ESTRO 2024 - Abstract Book

S622

Clinical - Breast

ESTRO 2024

Purpose/Objective:

The phase III randomized clinical DBCG Skagen trial 1 (NCT02384733) randomized 2946 node-positive breast cancer patients from seven countries to 50Gy/25fr versus 40Gy/15fr for loco-regional radiotherapy (RT) during 2015-2021. The primary endpoint was 3-yr ipsilateral arm lymphedema. As part of the trial, all target volume delineation had to follow the ESTRO consensus guideline for target volume delineation in early breast cancer[1]. Patients could have locally advanced breast cancer and receive neoadjuvant systemic therapy before surgery (mastectomy/lumpectomy), or they had surgery soon after diagnosis followed by adjuvant systemic therapy and were followed regarding morbidity and failures. Nodal boost was not allowed in the trial, thus no patients had macroscopic visible nodal disease at the time of RT. The RT planning was mostly based on tangential fields and 3D conformal technique. Report of loco-regional pattern of failure according to ESTRO guideline was pre-specified in the trial protocol with the objective of validating the clinical feasibility of the ESTRO guideline in high-risk breast cancer patients.

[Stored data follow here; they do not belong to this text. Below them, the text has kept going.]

// Counts the SQL statements each request sends, for the benchmark (`npm run bench`): with BENCH=1
// every response carries `X-Query-Count`. Off by default; then nothing is wrapped or stored.
import { AsyncLocalStorage } from 'node:async_hooks';
import type { Handle } from '@sveltejs/kit';
import type { Pool, PoolConnection } from 'mysql2/promise';
import { config } from '../config';

const current = new AsyncLocalStorage<{ queries: number }>();

export const QUERY_COUNT_HEADER = 'X-Query-Count';

function counted<F extends (...args: never[]) => unknown>(fn: F): F {
	return function (this: unknown, ...args: Parameters<F>) {
		const store = current.getStore();
		if (store) store.queries++;
		return fn.apply(this, args);
	} as F;
}

/**
 * Counts every statement sent through the pool, and through connections taken from it (Drizzle's
 * transactions, BEGIN and COMMIT included), against the request that sent it. The count is taken
 * when the statement is sent, in the caller's async context, so requests in parallel never mix.
 */
export function countStatements(pool: Pool): void {
	pool.query = counted(pool.query);
	pool.execute = counted(pool.execute);
	const getConnection = pool.getConnection;
	pool.getConnection = async function (this: Pool) {
		const connection: PoolConnection = await getConnection.call(this);
		connection.query = counted(connection.query);
		connection.execute = counted(connection.execute);
		return connection;
	};
}

/** Runs `work` and counts the statements it sends through counted pools, apart from any other work in flight. */
export async function measure<T>(work: () => Promise<T>): Promise<{ value: T; queries: number }> {
	const store = { queries: 0 };
	const value = await current.run(store, work);
	return { value, queries: store.queries };
}

const counting: Handle = async ({ event, resolve }) => {
	const { value: response, queries } = await measure(async () => resolve(event));
	response.headers.set(QUERY_COUNT_HEADER, String(queries));
	return response;
};

/** The first handle in hooks.server.ts: with BENCH=1, one count per request in a response header; otherwise nothing. */
export const countQueries: Handle = config().BENCH ? counting : ({ event, resolve }) => resolve(event);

Here we present the first analysis of the pattern of failure in patients from the DBCG Skagen trial 1.

Material/Methods:

Loco-regional failure with or without distant failure as the first event was defined from all available imaging. Local failure was present if there was DCIS or invasive carcinoma detected inside the mammary region (skin, scar, subcutaneous tissue, breast or chest wall muscle), and regional failure was reported for failures in the ipsilateral nodal volumes defined in the ESTRO consensus. The failures were classified as inside the high-dose volume, at the edge of the high-dose volume (close to the CTV and high-dose volume but not covered with high-dose), or outside. High-dose volume in the mammary region was defined by the 95% isodose and the high-dose volume for the nodal volume by the 90% isodose as per DBCG guideline[2]. The proximity of a failure to the CTV was also investigated. At time of analysis complete imaging information was only available in the 2080 patients from Denmark, thus this study reports the failure pattern in this sub-group. The information about localization of the failures was matched with the diagnostic imaging and the planning CT scan to report if the failures were at the same site as the primary tumor and/or if nodal metastases could be detected in retrospect.

Results:

The seven Danish centers recruited 2080 patients. At a median follow-up of 4.5 years, locoregional recurrence was present in 60 patients; 29 patients with isolated locoregional failure and 31 with locoregional failure concurrent with distant failure. All patients except one had the loco-regional failure in the high-dose volume (table 1). For the 29 patients with isolated loco-regional failure, all failures were in the high-dose volume; one had failure inside the high-dose volume but outside the CTV. For the 31 patients with loco-regional failure with concurrent distant failure, one had nodal failure at the edge of the high-dose volume (figure 1) and two had failure inside the high-dose volume but outside the CTV.